This is the time of the year when more sellers come on the market than any other time!
Isn’t it beautiful? Southern California hills are spectacularly adorned in a blanket of bright orange California Poppies. The record rainfall resulted in a “super bloom” like nobody can remember. People are venturing outside to capture the incredible site, hiking and taking selfies along the way. Spring is definitely here!
The record rainfall kept many homeowners from entering the fray and placing their homes on the market. Yet, the deluge of rain is now in the past. That was during the winter, but spring has arrived in housing as well and there is nothing keeping owners from pounding FOR SALE signs in their front yards. Like the blanket of California poppies, this is the time of the year when more FOR SALE signs blanket neighborhoods in Southern California and across the U.S. than any other time of the year.
Nearly a third of all homes that are placed on the market during the year occur from April through June. There has already been an uptick in the number of homes coming on the market within the last couple of weeks. As a result, the active listing inventory in Orange County grew by 5%, adding an additional 344 homes. It now sits at 6,876 homes, its highest level since mid-November of 2018.

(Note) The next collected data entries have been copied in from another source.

"""How smooth the dependence between places is: the likelihood under rougher and smoother kernels."""

from __future__ import annotations

from collections.abc import Callable
from dataclasses import dataclass, replace
from typing import TYPE_CHECKING

import numpy as np

from clingstone.covariance.layered import Layered, stack
from clingstone.covariance.pieces import SpatialPiece
from clingstone.maths import matern, reml
from clingstone.maths.once import Array, kept
from clingstone.maths.search import Optimum, minimise

if TYPE_CHECKING:
    from clingstone.covariance.fits import Fits

SMOOTHNESS = (0.5, 1.5, 2.5)
SITES = 300  # places up to which the other kernels are fitted as well
COLD_SITES = 100  # the same where a parameter lies at its bound, so that no start is near


@dataclass(frozen=True, eq=False)
class Kernel:
    """One Matérn kernel fitted by REML.

    smoothness : κ; ½ is the exponential. drop : how much lower its restricted log-likelihood is than the
    best of them. reach : practical range. coef (p,), phi (p, p) : Q'β̂ and its covariance.
    """

    smoothness: float
    drop: float
    reach: float
    coef: Array
    phi: Array


def kernels(fits: Fits, node: frozenset[str]) -> tuple[Kernel, ...]:
    """Kernels of smoothness ½, 3/2 and 5/2 on the first column of y; none where places are many.

    Smoothness is weakly identified, so it is not estimated: what matters is whether it matters.
    """
    return kept(fits.response, ("kernels", node, fits.run.limits), lambda: _kernels(fits, node))


def _kernels(fits: Fits, node: frozenset[str]) -> tuple[Kernel, ...]:
    algebra = fits.algebra(node)
    sites = fits.design.spatial
    if not isinstance(algebra, Layered) or sites is None or sites.count > SITES or algebra.spatial is None:
        return ()
    model = fits[node]
    theta, bound = model.theta[:, 0], model.at_bound[:, 0]
    if bound.any() and sites.count > COLD_SITES:
        return ()
    found = []
    for smoothness in SMOOTHNESS:
        other = _with(fits, algebra, smoothness)
        where = other.slices[algebra.spatial.key].start
        start = theta.copy()
        # The practical range is what stays the same from one kernel to the next.
        start[where] += np.log(matern.PRACTICAL[algebra.spatial.smoothness] / matern.PRACTICAL[smoothness])
        found.append(_fitted(fits, other, smoothness, None if bound.any() else start))
    top = max(value for value, _ in found)
    return tuple(replace(kernel, drop=top - value) for value, kernel in found)


def _with(fits: Fits, algebra: Layered, smoothness: float) -> Layered:
    pieces = tuple(
        replace(piece, smoothness=smoothness) if isinstance(piece, SpatialPiece) else piece
        for piece in algebra.pieces
    )
    other = stack(fits.design, pieces)
    assert other is not None
    return other


def _fitted(fits: Fits, algebra: Layered, smoothness: float, start: Array | None) -> tuple[float, Kernel]:
    column, m = fits.response.column(0), fits.design.m
    assert algebra.spatial is not None

    def value(theta: Array) -> float:
        return float(reml.criterion(algebra.gram(theta, column), m)[0])

    warm = None if start is None else _near(value, start)
    best = minimise(algebra.field(column, m) or value, algebra.parameters, warm=warm)
    gram = algebra.gram(best.theta, column)
    delta, _, _ = reml.reduced(gram)
    s2 = float(reml.scale(gram, m)[0])
    reach = float(np.exp(algebra.own(algebra.spatial, best.theta)[0])) * matern.PRACTICAL[smoothness]
    kernel = Kernel(
        smoothness,
        0.0,
        float(algebra.spatial.sites.along(np.asarray(reach))),
        column.coef[:, 0] + delta[:, 0],
        np.asarray(s2 * np.linalg.inv(gram.QQ)),
    )
    return -best.value / 2, kernel


def _near(value: Callable[[Array], float], start: Array) -> Optimum | None:
    """A start with its curvature, or None where it is not that of a valley."""
    try:
        curvature = reml.hessian(value, start)
    except np.linalg.LinAlgError:
        return None
    if np.linalg.eigvalsh(curvature)[0] <= 0:
        return None
    free = np.zeros(len(start), dtype=bool)
    return Optimum(start, value(start), free, True, (), curvature, start)
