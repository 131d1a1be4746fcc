"""The cheapest exact algebra of a set of components.

Layers where the structures stack, others where slopes vary or two levels cross, the nearest-neighbour
likelihood of many places, and a dense V where rows are few and nothing else serves.
"""

from __future__ import annotations

from collections.abc import Sequence
from dataclasses import dataclass

import numpy as np

from clingstone.covariance.base import Pieces
from clingstone.covariance.bundles import SlopePiece, pieces_of
from clingstone.covariance.components import Component, slope_of
from clingstone.covariance.crossed import Crossed, crossed
from clingstone.covariance.layered import Layered, stack
from clingstone.covariance.pieces import GroupPiece, Piece, SerialPiece, SpatialPiece
from clingstone.covariance.sloped import Sloped, sloped
from clingstone.covariance.vecchia import Nearest, NearestPiece
from clingstone.covariance.visits import VisitPiece
from clingstone.design.design import Design
from clingstone.design.response import Response
from clingstone.maths import reml
from clingstone.maths.basis import Gram
from clingstone.maths.once import Array
from clingstone.needs import Limits, NotSupported


@dataclass(frozen=True, eq=False)
class Dense(Pieces):
    """V as an n × n array; for sets that do not stack, and as the plain twin of those that do."""

    def _factor(self, theta: Array) -> Array:
        return np.asarray(np.linalg.cholesky(self.dense(np.asarray(theta, dtype=float))), dtype=float)

    def gram(self, theta: Array, response: Response) -> Gram:
        L = self._factor(theta)
        W = reml.forward(L, np.hstack([self.design.Q, response.residual]))
        WQ, WE = W[:, : self.design.p], W[:, self.design.p :]
        logdet = float(2 * np.log(np.diag(L)).sum())
        return Gram(WQ.T @ WQ, WQ.T @ WE, np.einsum("ij,ij->j", WE, WE), logdet)

    def whiten(self, theta: Array, block: Array) -> Array:
        return reml.forward(self._factor(theta), block)


Chosen = Layered | Sloped | Crossed | Dense


def choose(design: Design, components: Sequence[Component], limits: Limits) -> Chosen:
    """The cheapest exact algebra of a set of components. Raises NotSupported."""
    if _many_places(design, components, limits):
        return _nearest(design, components)
    pieces = _pieces(design, components)
    if pieces_of(pieces):
        nested = sloped(design, pieces)
        if nested is not None:
            return nested
    layered = stack(design, pieces)
    if layered is not None:
        return layered
    cut = crossed(design, pieces)
    if cut is not None:
        return cut
    if design.n <= limits.dense_rows:
        return Dense(design, pieces)
    names = ", ".join(component.label for component in components)
    if pieces_of(pieces) and any(piece.key == "serial" for piece in pieces):
        raise NotSupported(
            f"{names}: slopes that vary and a dependence along time are fitted together only up to "
            f"{limits.dense_rows:,} rows, and this table has {design.n:,}",
            "Ask for cluster-robust or mixed-robust by the groups: they allow for slopes that vary and any "
            "dependence inside a group at once.",
        )
    raise NotSupported(
        f"{names} cut across one another; fitting them together needs a table of at most "
        f"{limits.dense_rows:,} rows, and this one has {design.n:,}",
        "Fit them one at a time, or declare levels that nest.",
    )


def _many_places(design: Design, components: Sequence[Component], limits: Limits) -> bool:
    spatial = any(component.key == "spatial" for component in components)
    return spatial and design.spatial is not None and design.spatial.count > limits.dense_sites


def _nearest(design: Design, components: Sequence[Component]) -> Layered:
    """Layers under a nearest-neighbour likelihood of the places. Raises NotSupported."""
    assert design.spatial is not None
    pieces = tuple(
        NearestPiece(piece.key, design, design.spatial) if isinstance(piece, SpatialPiece) else piece
        for piece in _pieces(design, components)
    )
    found = stack(design, pieces)
    if found is None or found.above:
        names = ", ".join(component.label for component in components)
        raise NotSupported(
            f"{names} cannot be fitted together with {design.spatial.count:,} places: beyond the dense limit "
            "only what lies within places, or within time inside them, goes with the map",
            "Fit them one at a time.",
        )
    return Nearest(design, pieces, found.serial, found.chain, found.spatial)


def _pieces(design: Design, components: Sequence[Component]) -> tuple[Piece, ...]:
    """In the order given; a slope may be correlated with what comes before it at its level."""
    out: list[Piece] = []
    for component in components:
        found = slope_of(design, component.key)
        if found is None:
            out.append(_piece(design, component))
            continue
        level, x, apart = found
        at_level = [p for p in out if isinstance(p, GroupPiece | SlopePiece) and p.part is level]
        if not at_level:
            raise NotSupported(
                f"slopes of {x} that vary between {level.key} need an intercept that does so too",
                f"Ask for group:{level.key} as well.",
            )
        earlier = [p.key for p in at_level if not (isinstance(p, SlopePiece) and p.apart)]
        out.append(SlopePiece(component.key, design, level, x, apart, () if apart else tuple(earlier)))
    return tuple(out)


def _piece(design: Design, component: Component) -> Piece:
    if component.key == "serial":
        assert design.serial is not None
        piece = VisitPiece if component.repeats else SerialPiece
        return piece(component.key, design, design.serial)
    if component.key == "spatial":
        assert design.spatial is not None
        return SpatialPiece(component.key, design, design.spatial)
    return GroupPiece(component.key, design, design.partitions[component.part])
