"""A smaller table of whole places: where a search over many places starts."""

from __future__ import annotations

import numpy as np

from clingstone.design.derived import whole
from clingstone.design.design import Design
from clingstone.design.response import Response
from clingstone.maths.basis import Basis, aliased
from clingstone.maths.once import frozen
from clingstone.structure.group import Groups
from clingstone.structure.spatial import Sites


def thin(response: Response, places: int, rng: np.random.Generator) -> Response:
    """The first column of y at the rows of some places, with every structure.

    Half of the places are drawn at random, and the nearest other place of each goes with it: so a part
    shows what is near to each other as the whole does, and what is far.

    Columns of the design that those rows cannot tell apart are left out: the covariance, not the mean,
    is wanted of it.
    """
    design = response.design
    sites = design.spatial
    if sites is None:
        raise ValueError("only a design with places can be thinned by place")
    drawn = rng.choice(sites.count, min(places, sites.count) // 2, replace=False)
    near = np.asarray(sites.tree.query(sites.points[drawn], k=2)[1])
    chosen = np.unique(np.r_[drawn, near.ravel()])
    rows = np.flatnonzero(np.isin(sites.part.codes, chosen))
    X = design.Q[rows]
    drop = set(aliased(X))
    basis = Basis.of(X[:, [j for j in range(design.p) if j not in drop]])
    group = design.group
    small = Design(
        basis=basis,
        names=tuple(str(j) for j in range(basis.p)),
        terms=(),
        group=None if group is None else Groups(tuple(g.take(rows) for g in group.levels), group.arrangement),
        serial=None if design.serial is None else design.serial.take(rows),
        spatial=Sites(sites.part.take(rows), frozen(sites.xy[chosen]), sites.kind, sites.unit),
        root=None if design.root is None else frozen(design.root[rows]),
    )
    # Both halves of y are already on the scale of √weights.
    e = basis.project(whole(response.column(0))[rows])
    return Response(small, frozen(basis.Q.T @ e), frozen(e), frozen(np.einsum("ij,ij->j", e, e)))
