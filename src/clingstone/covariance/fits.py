"""Error models by REML, fitted once on demand and read by every room above."""

from __future__ import annotations

from collections.abc import Iterable, Mapping
from dataclasses import dataclass

from clingstone.covariance.components import Algebra, Component
from clingstone.design.design import Design
from clingstone.design.response import Response
from clingstone.maths.once import Array
from clingstone.needs import Refusal
from clingstone.run import Run

Node = frozenset[str]


@dataclass(frozen=True, eq=False)
class ErrorModel:
    """A fitted error model; plain arrays over B columns of y.

    node : component keys in building order (group, serial, spatial).
    names, theta (d, B), at_bound (d, B) : working parameters.
    sigma2 (B,) : the profiled scale. loglik (B,) : restricted log-likelihood in the basis Q
    (add −ln|det R| for the value that lme4 and nlme print).
    variances : variance of each component and of "row" noise, (B,). shape : see ``Algebra.shape``.
    """

    node: tuple[str, ...]
    names: tuple[str, ...]
    theta: Array
    sigma2: Array
    loglik: Array
    at_bound: Array
    converged: Array
    variances: Mapping[str, Array]
    shape: Mapping[str, Array]
    history: tuple[str, ...] = ()

    def shares(self) -> Mapping[str, Array]:
        """(B,) share of the residual variance that each structure holds, and "row"; they add to 1.

        A share is the correlation of the nearest comparable rows: two rows of one group, two rows
        one base step apart in one series, two rows at one place. For a serial process without
        separate row noise the share is thus |ρ| times its variance, the rest counts as row noise.
        """
        raise NotImplementedError


class Fits:
    """The lattice of error models over one response.

    Attributes
    ----------
    components : supported components by key, in building order.
    refused : declared structures that the data cannot carry, with the reason.
    depth : "exact" for one column of y, "fast" (shared grid, interpolated) for many.
    """

    response: Response
    run: Run
    components: Mapping[str, Component]
    refused: Mapping[str, Refusal]

    def __init__(self, response: Response, run: Run) -> None:
        raise NotImplementedError

    @property
    def design(self) -> Design:
        return self.response.design

    @property
    def depth(self) -> str:
        return "exact" if self.response.B == 1 else "fast"

    def __getitem__(self, node: Iterable[str]) -> ErrorModel:
        """The REML fit of a set of components (the empty set is independence). Raises NotSupported."""
        raise NotImplementedError

    def algebra(self, node: Iterable[str]) -> Algebra:
        """The algebra of a set of components. Raises NotSupported(reason, hint)."""
        raise NotImplementedError

    @property
    def full_node(self) -> Node:
        """The largest set of supported components whose algebra these data can carry."""
        raise NotImplementedError

    @property
    def full(self) -> ErrorModel:
        return self[self.full_node]

    def without(self, key: str) -> ErrorModel:
        return self[self.full_node - {key}]

    def redraw(self, node: Iterable[str], B: int, purpose: str) -> Fits:
        """Parametric bootstrap: fits of B columns drawn from the fitted model of a node."""
        raise NotImplementedError

    def onto(self, derived: Design) -> Fits:
        """Fits of the same y over an extended design."""
        raise NotImplementedError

Right now, it is the best time of the year to sell a home in terms of buyer demand. Demand is currently increasing as well, growing by 4% in the past two weeks. It will peak by mid-May. Yet, even with increasing demand, it does not mean that the market is getting hotter. In fact, what you see is what you get. The market will not improve any more than where it is today. This is due to the fact that while demand is rising, so is the active listing inventory. The inventory is rising slightly faster than demand. The added seller competition is offsetting any improvement in demand.
In looking at the Expected Market Time for Orange County (that is the number of days from coming on the market to opening escrow), it has dropped like a rock from the beginning of the year, transitioning from a slight Buyer’s Market to a Balanced Market to a slight Seller’s Market, where it stands today. It dropped from 152 days on January 10th to 84 days today.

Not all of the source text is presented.